Your task is to gather the lines below that hold the string "tools".

[[ EXERCISE INPUTS, beginning ]]

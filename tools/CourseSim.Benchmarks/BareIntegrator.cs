namespace CourseSim.Benchmarks;

/// <summary>
/// The baseline of every ratio: N agents as structure-of-arrays in double precision (x, y, heading, speed), each step a
/// simple force law (thrust minus quadratic drag), the speed and the position integrated (semi-implicit Euler) along a
/// heading that turns slowly (sine and cosine computed every step). No wind, no neighbours, no rules: the least a 2-D
/// race engine must do per board-step.
/// </summary>
public sealed class BareIntegrator
{
    readonly double[] _x, _y, _h, _v, _turn, _thrust;
    const double Dt = 0.05, DragPerM = 0.02;
    public int Count { get; }

    public BareIntegrator(int n)
    {
        Count = n;
        _x = new double[n]; _y = new double[n]; _h = new double[n]; _v = new double[n]; _turn = new double[n]; _thrust = new double[n];
        for (int i = 0; i < n; i++)
        {
            _x[i] = 5.0 * i; _h[i] = 0.1 * i; _v[i] = 3 + (i % 7) * 0.3;
            _turn[i] = 0.002 * ((i % 11) - 5); // rad/s: a slow turn
            _thrust[i] = 1.0 + (i % 5) * 0.1;   // m/s2
        }
    }

    /// <summary>Steps all agents <paramref name="steps"/> times; returns a checksum so the work cannot be dropped.</summary>
    public double Run(int steps)
    {
        var x = _x.AsSpan(); var y = _y.AsSpan(); var h = _h.AsSpan(); var v = _v.AsSpan();
        var turn = _turn.AsSpan(); var thrust = _thrust.AsSpan();
        int n = Count;
        for (int s = 0; s < steps; s++)
        {
            for (int i = 0; i < n; i++)
            {
                double vi = v[i];
                vi += (thrust[i] - DragPerM * vi * Math.Abs(vi)) * Dt;
                double hi = h[i] + turn[i] * Dt;
                var (sin, cos) = Math.SinCos(hi);
                x[i] += vi * sin * Dt;
                y[i] += vi * cos * Dt;
                v[i] = vi; h[i] = hi;
            }
        }
        double sum = 0;
        for (int i = 0; i < n; i++) sum += x[i] + y[i];
        return sum;
    }

    /// <summary>Nanoseconds per agent-step over a stretch of about <paramref name="agentSteps"/> agent-steps (thread CPU time).</summary>
    public static double MeasureNs(int agents, long agentSteps, ref double sink)
    {
        var b = new BareIntegrator(agents);
        int steps = (int)Math.Max(1, agentSteps / agents);
        sink += b.Run(Math.Max(1, steps / 20)); // touch the arrays and the code first
        double t0 = Machine.ThreadCpuS();
        sink += b.Run(steps);
        return (Machine.ThreadCpuS() - t0) * 1e9 / (steps * (double)agents);
    }
}
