using BenchmarkDotNet.Attributes;
using BenchmarkDotNet.Running;
using CourseSim.Equilibrium;
using CourseSim.Sail;
using CourseSim.Units;

namespace CourseSim.Benchmarks;

/// <summary>
/// Benchmarks. Run all: dotnet run -c Release --project tools/CourseSim.Benchmarks -- --filter '*'
/// Figures are printed, never asserted in tests (see DEVELOPERS.md).
/// </summary>
public static class Program
{
    public static void Main(string[] args) => BenchmarkSwitcher.FromAssembly(typeof(Program).Assembly).Run(args);
}

/// <summary>Cost of one equilibrium point, of the rider's trim, and of a whole 15 x 31 polar, on one core.</summary>
[MemoryDiagnoser]
public class EquilibriumBenchmarks
{
    readonly Equipment _eq = new() { Sail = new SailSpec { AreaM2 = 7.8 } };
    VelocityPrediction _vpp = null!;
    readonly double[] _winds = Enumerable.Range(0, 15).Select(i => 6.0 + 2 * i).ToArray();
    readonly double[] _angles = Enumerable.Range(0, 31).Select(i => 30.0 + 5 * i).ToArray();

    [GlobalSetup]
    public void Setup() => _vpp = new VelocityPrediction(new BoardPhysics(_eq));

    [Benchmark(Description = "one equilibrium point (14 kn, 100 deg)")]
    public double Point() => _vpp.Solve(Unit.KnotsToMs(14), Unit.DegToRad(100)).Sailed.Speed;

    [Benchmark(Description = "best trim at one speed")]
    public double Trim() => _vpp.Board.BestTrim(7.0, Unit.DegToRad(100), 9.0).Thrust;

    [Benchmark(Description = "polar 15 winds x 31 angles, VMG and thresholds")]
    public int FullPolar() => Polar.Compute(_eq, _winds, _angles).Points.Count;
}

[[ EXERCISE INPUTS, end ]]

● ANSWER:
filename tools/CourseSim.Benchmarks/BareIntegrator.cs
/// Benchmarks. Run all: dotnet run -c Release --project tools/CourseSim.Benchmarks -- --filter '*'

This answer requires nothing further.